» Collected data
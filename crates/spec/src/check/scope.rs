//! Which names an expression may use, by where it stands.

use super::names::Names;
use crate::collect::Collector;
use crate::expression::Sweep;
use crate::index::{Environment, index_value};
use crate::model::FiniteSizeModel;
use crate::read::shorten;
use crate::source::{Diagnostic, Span};

/// Where an expression stands.
#[derive(Clone, Copy, Debug)]
pub(crate) enum Where<'a> {
    /// Anywhere in the ring: laws, rules, exact claims.
    Ring,
    /// The derivative of a generator: polynomials in the symbols.
    Derivation,
    /// The terms of a claim about numbers.
    Data,
    /// The equation of a model, in its first variable.
    Equation(&'a FiniteSizeModel),
    /// The kernel of a model.
    Kernel(&'a FiniteSizeModel),
    /// The asymptotic form of a solution.
    Decay,
}

/// The checker of one expression, with the index variables that it may use.
pub(crate) struct Scope<'a> {
    pub(crate) names: &'a Names,
    pub(crate) place: Where<'a>,
    /// The index variables in scope, each with its place.
    pub(crate) indices: Vec<(String, Span)>,
    /// Words that stand where index variables could not be read: each may be one unless it is a symbol.
    pub(crate) assumed: &'a [String],
    /// The sweeps whose variables are not yet in scope, for help lines.
    pub(crate) later: &'a [Sweep],
}

/// What kind of thing a range runs over.
#[derive(Clone, Copy, Debug, PartialEq, Eq)]
pub(crate) enum RangeOf {
    /// Instances or terms: an empty range is an error.
    Listing,
    /// Summands: an empty range, written `1..0`, is fine.
    Sum,
}

impl<'a> Scope<'a> {
    pub(crate) fn new(names: &'a Names, place: Where<'a>) -> Scope<'a> {
        Scope {
            names,
            place,
            indices: Vec::new(),
            assumed: &[],
            later: &[],
        }
    }

    pub(crate) fn binds(&self, name: &str) -> bool {
        self.indices.iter().any(|(index, _)| index == name)
            || (self.assumed.iter().any(|word| word == name)
                && self.names.symbol_span(name).is_none())
    }

    /// Brings an index variable into scope, unless it hides another name.
    pub(crate) fn bind(&mut self, name: &str, span: Span, errors: &mut Collector) {
        let clash = match self.indices.iter().find(|(index, _)| index == name) {
            Some((_, first)) => Some(("index variable", *first)),
            None => self.names.symbol_span(name).map(|span| ("symbol", span)),
        };
        if let Some((kind, there)) = clash {
            errors.push(
                Diagnostic::new(
                    format!("the index variable `{}` is already a name", shorten(name)),
                    span,
                )
                .also(there, format!("the {kind}"))
                .help("choose another letter for the index"),
            );
        }
        self.indices.push((name.to_owned(), span));
    }

    /// Checks the bounds of a range and brings its variable into scope.
    pub(crate) fn sweep(&mut self, sweep: &Sweep, of: RangeOf, errors: &mut Collector) {
        self.index(&sweep.start, errors);
        if let Some(end) = &sweep.end {
            self.index(end, errors);
            // One below the start is how an empty range is written; further below is a slip.
            let empty = Environment::new();
            if let (Ok(from), Ok(to)) =
                (index_value(&sweep.start, &empty), index_value(end, &empty))
                && to < from
                && !(of == RangeOf::Sum && from.checked_sub(to) == Some(1))
            {
                errors.push(
                    Diagnostic::new(format!("the range {from}..{to} runs backwards"), sweep.span)
                        .help(format!("write `{} = {to}..{from}`", sweep.variable)),
                );
            }
        }
        self.bind(&sweep.variable, sweep.variable_span, errors);
    }
}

» Work item
Copy each entry exactly, leaving every line as it is.

» Answer space
filename crates/spec/src/check/scope.rs
//! Which names an expression may use, by where it stands.

use super::names::Names;
use crate::collect::Collector;
use crate::expression::Sweep;
use crate::index::{Environment, index_value};
use crate::model::FiniteSizeModel;
use crate::read::shorten;
use crate::source::{Diagnostic, Span};

/// Where an expression stands.
#[derive(Clone, Copy, Debug)]
pub(crate) enum Where<'a> {
    /// Anywhere in the ring: laws, rules, exact claims.
    Ring,
    /// The derivative of a generator: polynomials in the symbols.
    Derivation,
    /// The terms of a claim about numbers.
    Data,
    /// The equation of a model, in its first variable.
    Equation(&'a FiniteSizeModel),
    /// The kernel of a model.
    Kernel(&'a FiniteSizeModel),
    /// The asymptotic form of a solution.
    Decay,
}

/// The checker of one expression, with the index variables that it may use.
pub(crate) struct Scope<'a> {
    pub(crate) names: &'a Names,
    pub(crate) place: Where<'a>,
    /// The index variables in scope, each with its place.
    pub(crate) indices: Vec<(String, Span)>,
    /// Words that stand where index variables could not be read: each may be one unless it is a symbol.
    pub(crate) assumed: &'a [String],
    /// The sweeps whose variables are not yet in scope, for help lines.
    pub(crate) later: &'a [Sweep],
}

/// What kind of thing a range runs over.
#[derive(Clone, Copy, Debug, PartialEq, Eq)]
pub(crate) enum RangeOf {
    /// Instances or terms: an empty range is an error.
    Listing,
    /// Summands: an empty range, written `1..0`, is fine.
    Sum,
}

impl<'a> Scope<'a> {
    pub(crate) fn new(names: &'a Names, place: Where<'a>) -> Scope<'a> {
        Scope {
            names,
            place,
            indices: Vec::new(),
            assumed: &[],
            later: &[],
        }
    }

    pub(crate) fn binds(&self, name: &str) -> bool {
        self.indices.iter().any(|(index, _)| index == name)
            || (self.assumed.iter().any(|word| word == name)
                && self.names.symbol_span(name).is_none())
    }

    /// Brings an index variable into scope, unless it hides another name.
    pub(crate) fn bind(&mut self, name: &str, span: Span, errors: &mut Collector) {
        let clash = match self.indices.iter().find(|(index, _)| index == name) {
            Some((_, first)) => Some(("index variable", *first)),
            None => self.names.symbol_span(name).map(|span| ("symbol", span)),
        };
        if let Some((kind, there)) = clash {
            errors.push(
                Diagnostic::new(
                    format!("the index variable `{}` is already a name", shorten(name)),
                    span,
                )
                .also(there, format!("the {kind}"))
                .help("choose another letter for the index"),
            );
        }
        self.indices.push((name.to_owned(), span));
    }

    /// Checks the bounds of a range and brings its variable into scope.
    pub(crate) fn sweep(&mut self, sweep: &Sweep, of: RangeOf, errors: &mut Collector) {
        self.index(&sweep.start, errors);
        if let Some(end) = &sweep.end {
            self.index(end, errors);
            // One below the start is how an empty range is written; further below is a slip.
            let empty = Environment::new();
            if let (Ok(from), Ok(to)) =
                (index_value(&sweep.start, &empty), index_value(end, &empty))
                && to < from
                && !(of == RangeOf::Sum && from.checked_sub(to) == Some(1))
            {
                errors.push(
                    Diagnostic::new(format!("the range {from}..{to} runs backwards"), sweep.span)
                        .help(format!("write `{} = {to}..{from}`", sweep.variable)),
                );
            }
        }
        self.bind(&sweep.variable, sweep.variable_span, errors);
    }
}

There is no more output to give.